◆ **Task objective**
Retype exactly the stretch of lines that begins at the line containing "mo->efficiency = 0.8;" and ends at the last line of the data, with no other lines.
Start of Block
/* check_mechanics.c - equations of motion of hand-built models against
 * closed forms, and the hand-built model helpers (mechtest.h). */
#include "testutil.h"
#include "mechtest.h"
#include "mechanics.h"

#include <check.h>
#include <math.h>
#include <stdlib.h>
#include <string.h>
#include <gsl/gsl_math.h>
#include <gsl/gsl_eigen.h>

/* ---------------------------------------------------------- helpers */

#define TM_CAP 16

static char *dupstr(const char *s)
{
    char *p = malloc(strlen(s) + 1);
    ck_assert_ptr_nonnull(p);
    strcpy(p, s);
    return p;
}

rigmat_model *tm_new(const char *name)
{
    rigmat_model *m = calloc(1, sizeof *m);
    ck_assert_ptr_nonnull(m);
    m->name = dupstr(name);
    m->gravity_m_s2 = 9.80665;
    m->bodies = calloc(TM_CAP, sizeof *m->bodies);
    m->joints = calloc(TM_CAP, sizeof *m->joints);
    m->springs = calloc(TM_CAP, sizeof *m->springs);
    m->dampers = calloc(TM_CAP, sizeof *m->dampers);
    m->motors = calloc(TM_CAP, sizeof *m->motors);
    m->forces = calloc(TM_CAP, sizeof *m->forces);
    m->sensors = calloc(TM_CAP, sizeof *m->sensors);
    m->op_coordinates = calloc(TM_CAP, sizeof *m->op_coordinates);
    m->op_rates = calloc(TM_CAP, sizeof *m->op_rates);
    m->op_inputs = calloc(TM_CAP, sizeof *m->op_inputs);
    (void)tm_body(m, "ground", 0, 0, 0, 0);
    return m;
}

static void free_list(rigmat_namelist *l)
{
    size_t k;
    for (k = 0; k < l->count; k++)
        free(l->names[k]);
    free(l->names);
    free(l->locs);
}

void tm_free(rigmat_model *m)
{
    size_t k;
    if (m == NULL)
        return;
    rigmat_layout_release(&m->layout);
    for (k = 0; k < m->nbodies; k++) free(m->bodies[k].name);
    for (k = 0; k < m->njoints; k++) free(m->joints[k].name);
    for (k = 0; k < m->nsprings; k++) free(m->springs[k].name);
    for (k = 0; k < m->ndampers; k++) free(m->dampers[k].name);
    for (k = 0; k < m->nmotors; k++) free(m->motors[k].name);
    for (k = 0; k < m->nforces; k++) free(m->forces[k].name);
    for (k = 0; k < m->nsensors; k++) free(m->sensors[k].name);
    for (k = 0; k < m->nop_coordinates; k++) free(m->op_coordinates[k].name);
    for (k = 0; k < m->nop_rates; k++) free(m->op_rates[k].name);
    for (k = 0; k < m->nop_inputs; k++) free(m->op_inputs[k].name);
    free_list(&m->op_solve);
    free_list(&m->order_states);
    free_list(&m->order_inputs);
    free_list(&m->order_outputs);
    free(m->bodies); free(m->joints); free(m->springs); free(m->dampers); free(m->motors);
    free(m->forces); free(m->sensors); free(m->op_coordinates); free(m->op_rates);
    free(m->op_inputs); free(m->name);
    free(m);
}

size_t tm_body(rigmat_model *m, const char *name, double mass_kg, double inertia_kgm2,
        double comx_m, double comy_m)
{
    rigmat_body *b = &m->bodies[m->nbodies];
    ck_assert_uint_lt(m->nbodies, TM_CAP);
    b->name = dupstr(name);
    b->mass_kg = mass_kg;
    b->inertia_kgm2 = inertia_kgm2;
    b->com_m[0] = comx_m;
    b->com_m[1] = comy_m;
    b->joint = RIGMAT_NONE;
    return m->nbodies++;
}

rigmat_joint *tm_joint(rigmat_model *m, const char *name, rigmat_joint_type type, size_t parent,
        size_t child)
{
    rigmat_joint *j = &m->joints[m->njoints];
    ck_assert_uint_lt(m->njoints, TM_CAP);
    j->name = dupstr(name);
    j->type = type;
    j->parent = parent;
    j->child = child;
    j->axis[0] = 1.0;
    m->bodies[child].joint = m->njoints;
    m->njoints++;
    return j;
}

static rigmat_link *link_new(rigmat_link *arr, size_t *n, const char *name, rigmat_attach how)
{
    rigmat_link *l = &arr[*n];
    ck_assert_uint_lt(*n, TM_CAP);
    l->name = dupstr(name);
    l->attach = how;
    (*n)++;
    return l;
}

rigmat_link *tm_spring(rigmat_model *m, const char *name, rigmat_attach how)
{
    return link_new(m->springs, &m->nsprings, name, how);
}

rigmat_link *tm_damper(rigmat_model *m, const char *name, rigmat_attach how)
{
    return link_new(m->dampers, &m->ndampers, name, how);
}

rigmat_motor *tm_motor(rigmat_model *m, const char *name)
{
    rigmat_motor *mo = &m->motors[m->nmotors++];
    mo->name = dupstr(name);
    mo->gear_ratio = 1.0;
    mo->efficiency = 1.0;
    mo->count = 1;
    mo->polarity = 1;
    mo->joint = RIGMAT_NONE;
    mo->stator = mo->rotor = RIGMAT_NONE;
    return mo;
}

rigmat_force *tm_force(rigmat_model *m, const char *name, rigmat_force_kind kind)
{
    rigmat_force *f = &m->forces[m->nforces++];
    f->name = dupstr(name);
    f->kind = kind;
    f->reacting = RIGMAT_NONE;
    f->joint = RIGMAT_NONE;
    return f;
}

rigmat_sensor *tm_sensor(rigmat_model *m, const char *name, rigmat_sensor_kind kind)
{
    rigmat_sensor *s = &m->sensors[m->nsensors++];
    s->name = dupstr(name);
    s->kind = kind;
    s->gain = 1.0;
    s->joint = s->body = s->body_b = s->motor = RIGMAT_NONE;
    return s;
}

void tm_op(rigmat_model *m, char which, const char *name, double value)
{
    rigmat_setting *arr = which == 'c' ? m->op_coordinates :
                          which == 'r' ? m->op_rates : m->op_inputs;
    size_t *n = which == 'c' ? &m->nop_coordinates :
                which == 'r' ? &m->nop_rates : &m->nop_inputs;
    arr[*n].name = dupstr(name);
    arr[*n].value = value;
    (*n)++;
}

void tm_list(rigmat_namelist *l, const char *name)
{
    l->names = realloc(l->names, (l->count + 1) * sizeof *l->names);
    l->locs = realloc(l->locs, (l->count + 1) * sizeof *l->locs);
    ck_assert_ptr_nonnull(l->names);
    ck_assert_ptr_nonnull(l->locs);
    l->names[l->count] = dupstr(name);
    memset(&l->locs[l->count], 0, sizeof l->locs[0]);
    l->count++;
}

void tm_solve(rigmat_model *m, const char *name)
{
    tm_list(&m->op_solve, name);
}

rigmat_status tm_build(rigmat_model *m, char *msg, size_t len)
{
    rigmat_diags d;
    rigmat_status st;

    rigmat_diags_init(&d);
    st = rigmat_layout_build(m, &d);
    if (msg != NULL && len > 0) {
        msg[0] = '\0';
        if (d.count > 0)
            snprintf(msg, len, "%s%s%s", d.items[0].message, d.items[0].hint ? " | hint: " : "",
                    d.items[0].hint ? d.items[0].hint : "");
    }
    rigmat_diags_release(&d);
    return st;
}

double tm_fd_error(const rigmat_model *m)
{
    const rigmat_layout *L = &m->layout;
    const size_t nx = L->nx, nu = L->nu, ny = L->ny;
    rigmat_system *s = NULL;
    rigmat_lti *lti = NULL;
    rigmat_options opt = rigmat_options_default();
    double *x, *u, *fp, *fm, *yp, *ym, worst = 0.0;
    size_t j, k;

    ck_assert_int_eq(rigmat_linearize(m, &opt, &lti, NULL, NULL), RIGMAT_OK);
    ck_assert_int_eq(rigmat_system_alloc(m, &s, NULL), RIGMAT_OK);
    x = calloc(nx + 1, sizeof *x);
    u = calloc(nu + 1, sizeof *u);
    fp = calloc(nx + 1, sizeof *fp);
    fm = calloc(nx + 1, sizeof *fm);
    yp = calloc(ny + 1, sizeof *yp);
    ym = calloc(ny + 1, sizeof *ym);
    for (k = 0; k < nx; k++)
        x[k] = gsl_vector_get(lti->x0, k);
    for (k = 0; k < nu; k++)
        u[k] = gsl_vector_get(lti->u0, k);
    for (j = 0; j < nx + nu; j++) {
        double *z = j < nx ? &x[j] : &u[j - nx];
        const double z0 = *z, h = 1e-6 * (1.0 + fabs(z0));
        *z = z0 + h;
        ck_assert_int_eq(rigmat_system_eval(s, x, u, fp, yp, NULL), RIGMAT_OK);
        *z = z0 - h;
        ck_assert_int_eq(rigmat_system_eval(s, x, u, fm, ym, NULL), RIGMAT_OK);
        *z = z0;
        for (k = 0; k < nx; k++) {
            const double ex = j < nx ? gsl_matrix_get(lti->A, k, j) :
                                       gsl_matrix_get(lti->B, k, j - nx);
            const double e = fabs((fp[k] - fm[k]) / (2 * h) - ex) / (1.0 + fabs(ex));
            worst = e > worst ? e : worst;
        }
        for (k = 0; k < ny; k++) {
            const double ex = j < nx ? gsl_matrix_get(lti->C, k, j) :
                                       gsl_matrix_get(lti->D, k, j - nx);
            const double e = fabs((yp[k] - ym[k]) / (2 * h) - ex) / (1.0 + fabs(ex));
            worst = e > worst ? e : worst;
        }
    }
    free(x); free(u); free(fp); free(fm); free(yp); free(ym);
    rigmat_system_free(s);
    rigmat_lti_free(lti);
    return worst;
}

rigmat_model *tm_balancer(double comx_m, int drive, int neglect_inductance)
{
    rigmat_model *m = tm_new("balancer");
    const double r = 0.061;
    const size_t wheel = tm_body(m, "wheel", 0.31, 0.5 * 0.31 * r * r, 0, 0);
    const size_t chassis = tm_body(m, "chassis", 4.2, 0.061, comx_m, 0.17);
    rigmat_joint *j;
    rigmat_link *l;
    rigmat_motor *mo;
    rigmat_sensor *s;

    j = tm_joint(m, "travel", RIGMAT_JOINT_ROLLING, 0, wheel);
    j->radius_m = r;
    j = tm_joint(m, "tilt", RIGMAT_JOINT_HINGE, wheel, chassis);
    j->reference_world = 1;
    l = tm_damper(m, "axle_drag", RIGMAT_ATTACH_ACROSS);
    l->joint = 1;
    l->coefficient = 0.004;
    mo = tm_motor(m, "drive");
    mo->stator = chassis;
    mo->rotor = wheel;
    mo->count = 2;
    mo->polarity = -1;
    mo->drive = (rigmat_motor_drive)drive;
    mo->supply_v = 22.2;
    mo->resistance_ohm = 2.1;
    mo->inductance_h = 1.8e-3;
    mo->inductance_neglected = neglect_inductance;
    mo->torque_constant_nm_a = 0.021;
    mo->back_emf_v_s_rad = 0.021;
    mo->rotor_inertia_kgm2 = 3.3e-6;
    mo->friction_nm_s_rad = 1.1e-5;
    mo->gear_ratio = 27;
    mo->efficiency = 0.8;
    s = tm_sensor(m, "gyro", RIGMAT_SENSE_RATE);
    s->body = chassis;
    s = tm_sensor(m, "accel", RIGMAT_SENSE_SPECIFIC_FORCE);
    s->body = chassis;
    s->at_m[1] = 0.25;
    s->axis[0] = 1;
    s = tm_sensor(m, "enc", RIGMAT_SENSE_MOTOR_ANGLE);
    s->motor = 0;
    s->counts_per_rev = 48;
    s->unit_counts = 1;
    ck_assert_int_eq(tm_build(m, NULL, 0), RIGMAT_OK);
    return m;
}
End of Block
◆ **Finished task**
    mo->efficiency = 0.8;
    s = tm_sensor(m, "gyro", RIGMAT_SENSE_RATE);
    s->body = chassis;
    s = tm_sensor(m, "accel", RIGMAT_SENSE_SPECIFIC_FORCE);
    s->body = chassis;
    s->at_m[1] = 0.25;
    s->axis[0] = 1;
    s = tm_sensor(m, "enc", RIGMAT_SENSE_MOTOR_ANGLE);
    s->motor = 0;
    s->counts_per_rev = 48;
    s->unit_counts = 1;
    ck_assert_int_eq(tm_build(m, NULL, 0), RIGMAT_OK);
    return m;
}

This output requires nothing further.